--- EXERCISE INPUT Enclosed Below ---
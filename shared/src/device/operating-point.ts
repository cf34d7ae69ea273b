import { gateCapacitances, junctionCapacitance, transitFrequency } from './capacitance.js';
import { lambdaAtLength } from './channel-length-modulation.js';
import type { CurrentModel } from './drain-current.js';
import { type Leakage, leakage } from './leakage.js';
import { pairMismatch } from './mismatch.js';
import { type PreparedDevice, thresholdAt } from './resolve-device.js';
import { slopeFactor } from './slope-factor.js';
import { type SmallSignal, smallSignal } from './small-signal.js';
import { bodyEffectSlope } from './threshold.js';

export interface Bias {
  /** VGS (PMOS: VSG), V. */
  readonly vgs: number;
  /** VDS > 0 (PMOS: VSD), V. */
  readonly vds: number;
  /** VSB (PMOS: VBS), V; > −2φF. */
  readonly vsb: number;
}

/** Everything the engine reports about a device at one bias point, in SI units (polarity-normalised voltages). */
export interface OperatingPoint extends SmallSignal {
  w: number;
  l: number;
  wOverL: number;
  vgs: number;
  vds: number;
  vsb: number;
  vt: number;
  vov: number;
  n: number;
  ut: number;
  /** kp(T)·W/L, A/V². */
  beta: number;
  /** λ at this L, 1/V. */
  lambda: number;
  cgs: number;
  cgd: number;
  /** Zero-bias drain–body junction capacitance, F. */
  cdb: number;
  /** Zero-bias source–body junction capacitance, F. */
  csb: number;
  ft: number;
  /** Pelgrom σ(ΔVT) of a matched PAIR of this device, V. */
  sigmaVt: number;
  sigmaVtSingle: number;
  sigmaBeta: number;
  sigmaId: number;
  sigmaVos: number;
  ioff: number | null;
  ion: number;
  ionIoff: number | null;
  leakage: Leakage;
}

/** The full operating point of a prepared device of width w and length l (m) at a bias. */
export function operatingPoint(device: PreparedDevice, model: CurrentModel, w: number, l: number, bias: Bias): OperatingPoint {
  const { params, ut } = device;
  const { vgs, vds, vsb } = bias;
  const vt = thresholdAt(device, vsb);
  const vov = vgs - vt;
  const n = slopeFactor(params, vsb);
  const beta = (device.kp * w) / l;
  const lambda = lambdaAtLength(params, l);
  const signal = smallSignal(model, beta, n, ut, lambda, vov, vds, bodyEffectSlope(params.gamma, params.twoPhiF, vsb));
  const { cgs, cgd } = gateCapacitances(w, l, device.cox, params.cgdo);
  const junction = junctionCapacitance(w, params.ldiff, params.cj, params.cjsw);
  const mismatch = pairMismatch({ avt: params.avt, abeta: params.abeta, w, l, gmId: signal.gmId });
  const leak = leakage(device, w, l);
  return {
    w,
    l,
    wOverL: w / l,
    vgs,
    vds,
    vsb,
    vt,
    vov,
    n,
    ut,
    beta,
    lambda,
    ...signal,
    cgs,
    cgd,
    cdb: junction,
    csb: junction,
    ft: transitFrequency(signal.gm, cgs, cgd),
    ...mismatch,
    ioff: leak.ioff,
    ion: leak.ion,
    ionIoff: leak.ionIoff,
    leakage: leak,
  };
}
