import type { HelmetOptions } from 'helmet';

/**
 * helmet's defaults, with two changes for a server that is often reached over plain HTTP on a
 * local network: no upgrade-insecure-requests (it would send the page's own assets to https), and
 * images may come from blob: and data: URLs (charts are downloaded as PNG through a canvas).
 */
export const HELMET_OPTIONS: HelmetOptions = {
  contentSecurityPolicy: {
    directives: {
      'img-src': ["'self'", 'data:', 'blob:'],
      'upgrade-insecure-requests': null,
    },
  },
};
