import { epsilon0, epsilonRSi, k, q } from '../units/constants.js';
import { celsiusToKelvin } from '../units/temperature.js';
import { oxideCapacitance } from './capacitance.js';
import { EngineError } from './errors.js';
import { thermalVoltage } from './thermal-voltage.js';

/**
 * Intrinsic carrier density of silicon at 300 K: 1.0e10 cm⁻³ = 1.0e16 m⁻³. A. B. Sproul, M. A. Green,
 * "Improved value for the silicon intrinsic carrier concentration from 275 to 375 K", J. Appl. Phys. 70,
 * 846 (1991). (SPICE uses the older 1.45e10 cm⁻³ of Sze 1981, which gives a 2φF about 20 mV lower.)
 */
export const INTRINSIC_CARRIER_DENSITY_300K = 1.0e16;

/**
 * Band gap of silicon in eV, Varshni's law Eg(T) = 1.17 − 4.73e-4·T²/(T + 636) (Y. P. Varshni, Physica 34,
 * 149, 1967; silicon coefficients as tabulated in Sze & Ng, Physics of Semiconductor Devices, 3rd ed., 2007).
 */
export function siliconBandgap(tempK: number): number {
  return 1.17 - (4.73e-4 * tempK * tempK) / (tempK + 636);
}

/** ni(T) = ni(300 K)·(T/300)^1.5·exp(Eg(300)/(2k·300) − Eg(T)/(2kT)), m⁻³ (effective densities of states ∝ T^1.5). */
export function intrinsicCarrierDensity(tempK: number): number {
  const exponent = (q / (2 * k)) * (siliconBandgap(300) / 300 - siliconBandgap(tempK) / tempK);
  return INTRINSIC_CARRIER_DENSITY_300K * (tempK / 300) ** 1.5 * Math.exp(exponent);
}

export interface DeriveInputs {
  /** Oxide thickness, m. */
  tox: number;
  /** Substrate (body) doping NA for NMOS, ND for PMOS, m⁻³ (1e17 cm⁻³ = 1e23 m⁻³). */
  substrateDoping: number;
  /**
   * Flat-band voltage, V, polarity-normalised, held constant with temperature. When absent: a gate of
   * the channel's type (n+ poly on p-Si for NMOS, p+ poly on n-Si for PMOS) without oxide charge,
   * VFB = −(Eg/2 + φF), which follows Eg(T) and φF(T).
   */
  flatBand?: number;
  /** Channel mobility, m²/(V·s) (e.g. 0.04 for 400 cm²/Vs); when given, kp = µ·Cox is returned. */
  mobility?: number;
  /** °C; default 27 (SPICE's tnom). */
  temperature?: number;
}

export interface DerivedParameters {
  /** F/m² */
  cox: number;
  /** √V */
  gamma: number;
  /** V */
  phiF: number;
  twoPhiF: number;
  /** V, polarity-normalised (enhancement > 0). */
  flatBand: number;
  /** VT0 = VFB + 2φF + γ·√(2φF), V. */
  vt0: number;
  /** dVT0/dT by central difference over ±0.5 K, V/K. */
  vtTc: number;
  /** Slope factor 1 + γ/(2√(2φF)) at VSB = 0. */
  n: number;
  /** Depletion width at 2φF, m. */
  depletionWidth: number;
  /** ni at this temperature, m⁻³. */
  ni: number;
  /** µ·Cox when a mobility was given, A/V². */
  kp?: number;
}

/**
 * Long-channel parameters from oxide thickness and doping (Tsividis & McAndrew 2011, ch. 2–4;
 * Sze & Ng 2007, ch. 6): Cox = εox/tox, φF = UT·ln(NA/ni), γ = √(2·q·εSi·NA)/Cox (εr(Si) = 11.7),
 * VT0 = VFB + 2φF + γ√(2φF), Wdep = √(2·εSi·2φF/(q·NA)), n = 1 + γ/(2√(2φF)) = 1 + Cdep/Cox.
 */
export function deriveProcessParameters(inputs: DeriveInputs): DerivedParameters {
  const { tox, substrateDoping, flatBand, mobility } = inputs;
  if (!(tox > 0)) throw new EngineError('VALIDATION_FAILED', 'tox must be above 0 m', 'tox');
  const tempK = celsiusToKelvin(inputs.temperature ?? 27);
  const at = (t: number) => {
    const ni = intrinsicCarrierDensity(t);
    if (!(substrateDoping > ni)) throw new EngineError('VALIDATION_FAILED', `The doping must be above ni = ${ni.toPrecision(3)} m⁻³`, 'substrateDoping');
    const phiF = thermalVoltage(t) * Math.log(substrateDoping / ni);
    const vfb = flatBand ?? -(siliconBandgap(t) / 2 + phiF);
    return { ni, phiF, vfb, vt0: vfb + 2 * phiF + gamma * Math.sqrt(2 * phiF) };
  };
  const cox = oxideCapacitance(tox);
  const epsSi = epsilonRSi * epsilon0;
  const gamma = Math.sqrt(2 * q * epsSi * substrateDoping) / cox;
  const here = at(tempK);
  const twoPhiF = 2 * here.phiF;
  return {
    cox,
    gamma,
    phiF: here.phiF,
    twoPhiF,
    flatBand: here.vfb,
    vt0: here.vt0,
    vtTc: at(tempK + 0.5).vt0 - at(tempK - 0.5).vt0,
    n: 1 + gamma / (2 * Math.sqrt(twoPhiF)),
    depletionWidth: Math.sqrt((2 * epsSi * twoPhiF) / (q * substrateDoping)),
    ni: here.ni,
    ...(mobility === undefined ? {} : { kp: mobility * cox }),
  };
}
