import type { DeviceParams } from '../schemas/process.js';
import { EngineError } from './errors.js';
import { say } from './say.js';

/**
 * The short-channel terms of the all-region model at one length (docs/model.md §6.3). Each is optional in a
 * profile; a profile without them gets LONG_CHANNEL, which is the long-channel model exactly.
 */
export interface ChannelTerms {
  /** θ = θ0 + θ1/Leff, 1/V: ID ÷ (1 + θ·VOV + θ2·VOV²) (mobility degradation and velocity saturation). */
  readonly theta: number;
  /** θ2, 1/V²: the quadratic part of the degradation (surface roughness at high field). */
  readonly theta2: number;
  /** Leff/θ1 = Esat·Leff, V: the velocity-saturation voltage that lowers VDSsat; Infinity without θ1. */
  readonly esat: number;
  /** Pclm/Leff: strength of the channel-length modulation term; 0 without pclm. */
  readonly clm: number;
  /** θB, 1/V: β ÷ (1 + θB·VSB) (mobility degradation by the depletion charge of a body bias). */
  readonly thetaB: number;
  /** DIBL coefficient η at this length, V/V: VT falls by η·VDS. */
  readonly eta: number;
  /** VT shift of this length from the long-channel VT (roll-off < 0, reverse short-channel effect > 0), V. */
  readonly vtShift: number;
  /** Rise of the slope factor n at this length over the long-channel n (the drain's coupling to the channel). */
  readonly nShift: number;
}

export const LONG_CHANNEL: ChannelTerms = Object.freeze({ theta: 0, theta2: 0, thetaB: 0, esat: Infinity, clm: 0, eta: 0, vtShift: 0, nShift: 0 });

/** DIBL falls as ((lmin − ΔL)/Leff)^diblExp away from lmin; the exponent when the profile gives none (common practice, no source). */
export const DEFAULT_DIBL_EXPONENT = 2;
/** The threshold's length dependence falls as ((lmin − ΔL)/Leff)^vtlExp; the exponent when the profile gives none (common practice, no source). */
export const DEFAULT_VTL_EXPONENT = 2;
/** The slope factor's rise at short L falls as ((lmin − ΔL)/Leff)² (common practice, no source). */
export const N_RISE_EXPONENT = 2;

type ShortChannelParams = Pick<DeviceParams, 'lmin' | 'dl' | 'theta0' | 'theta1' | 'theta2' | 'thetaB' | 'dibl' | 'diblExp' | 'pclm' | 'vtl' | 'vtlExp' | 'nl'>;

/** Leff = L − ΔL, m (ΔL = 0 when the profile gives none). A length with no channel left is refused. */
export function effectiveLength(params: Pick<DeviceParams, 'dl'>, l: number, field = 'l'): number {
  const leff = l - (params.dl ?? 0);
  if (!(leff > 0)) {
    throw new EngineError('L_BELOW_LMIN', `L = ${say(l, 'm')} leaves no channel: the process shortens the drawn length by ΔL = ${say(params.dl ?? 0, 'm')}`, field);
  }
  return leff;
}

/** Weff = W − fingers·ΔW, m: every finger loses ΔW (ΔW = 0 when the profile gives none). */
export function effectiveWidth(params: Pick<DeviceParams, 'dw'>, w: number, fingers = 1): number {
  return w - fingers * (params.dw ?? 0);
}

/** The terms at an effective length Leff (m). */
export function channelTermsAt(params: ShortChannelParams, leff: number): ChannelTerms {
  const theta1 = params.theta1 ?? 0;
  const shortest = (params.lmin - (params.dl ?? 0)) / leff;
  const eta = params.dibl === undefined ? 0 : params.dibl * shortest ** (params.diblExp ?? DEFAULT_DIBL_EXPONENT);
  const vtShift = params.vtl === undefined ? 0 : params.vtl * shortest ** (params.vtlExp ?? DEFAULT_VTL_EXPONENT);
  const nShift = params.nl === undefined ? 0 : params.nl * shortest ** N_RISE_EXPONENT;
  if (theta1 === 0 && params.theta0 === undefined && params.theta2 === undefined && params.thetaB === undefined && params.pclm === undefined && eta === 0 && vtShift === 0 && nShift === 0) return LONG_CHANNEL;
  return {
    theta: (params.theta0 ?? 0) + theta1 / leff,
    theta2: params.theta2 ?? 0,
    thetaB: params.thetaB ?? 0,
    esat: theta1 > 0 ? leff / theta1 : Infinity,
    clm: (params.pclm ?? 0) / leff,
    eta,
    vtShift,
    nShift,
  };
}

/** The mobility temperature exponent at Leff: muExp + muExpL/Leff (velocity saturation weakens the temperature law at short L). */
export function mobilityExponentAt(params: Pick<DeviceParams, 'muExp' | 'muExpL'>, leff: number): number {
  return params.muExp + (params.muExpL ?? 0) / leff;
}

/** True when the profile gives any short-channel term of the all-region model. */
export function hasShortChannelTerms(params: Partial<Pick<DeviceParams, 'dl' | 'dw' | 'theta0' | 'theta1' | 'theta2' | 'thetaB' | 'dibl' | 'pclm' | 'muExpL' | 'vtl' | 'nl'>>): boolean {
  return [params.dl, params.dw, params.theta0, params.theta1, params.theta2, params.thetaB, params.dibl, params.pclm, params.muExpL, params.vtl, params.nl].some((value) => value !== undefined);
}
--- End of Enclosed EXERCISE INPUT ---
Retype the records above from the very first line down to the line with "readonly vgs: number;", keeping both of those lines. Include nothing beyond them.

§ **SOLUTION TO THE EXERCISE**:
filename shared/src/device/operating-point.ts
repository cf34d7ae69ea273b
import { gateCapacitances, junctionCapacitance, transitFrequency } from './capacitance.js';
import { lambdaAtLength } from './channel-length-modulation.js';
import type { CurrentModel } from './drain-current.js';
import { type Leakage, leakage } from './leakage.js';
import { pairMismatch } from './mismatch.js';
import { type PreparedDevice, thresholdAt } from './resolve-device.js';
import { slopeFactor } from './slope-factor.js';
import { type SmallSignal, smallSignal } from './small-signal.js';
import { bodyEffectSlope } from './threshold.js';

export interface Bias {
  /** VGS (PMOS: VSG), V. */
  readonly vgs: number;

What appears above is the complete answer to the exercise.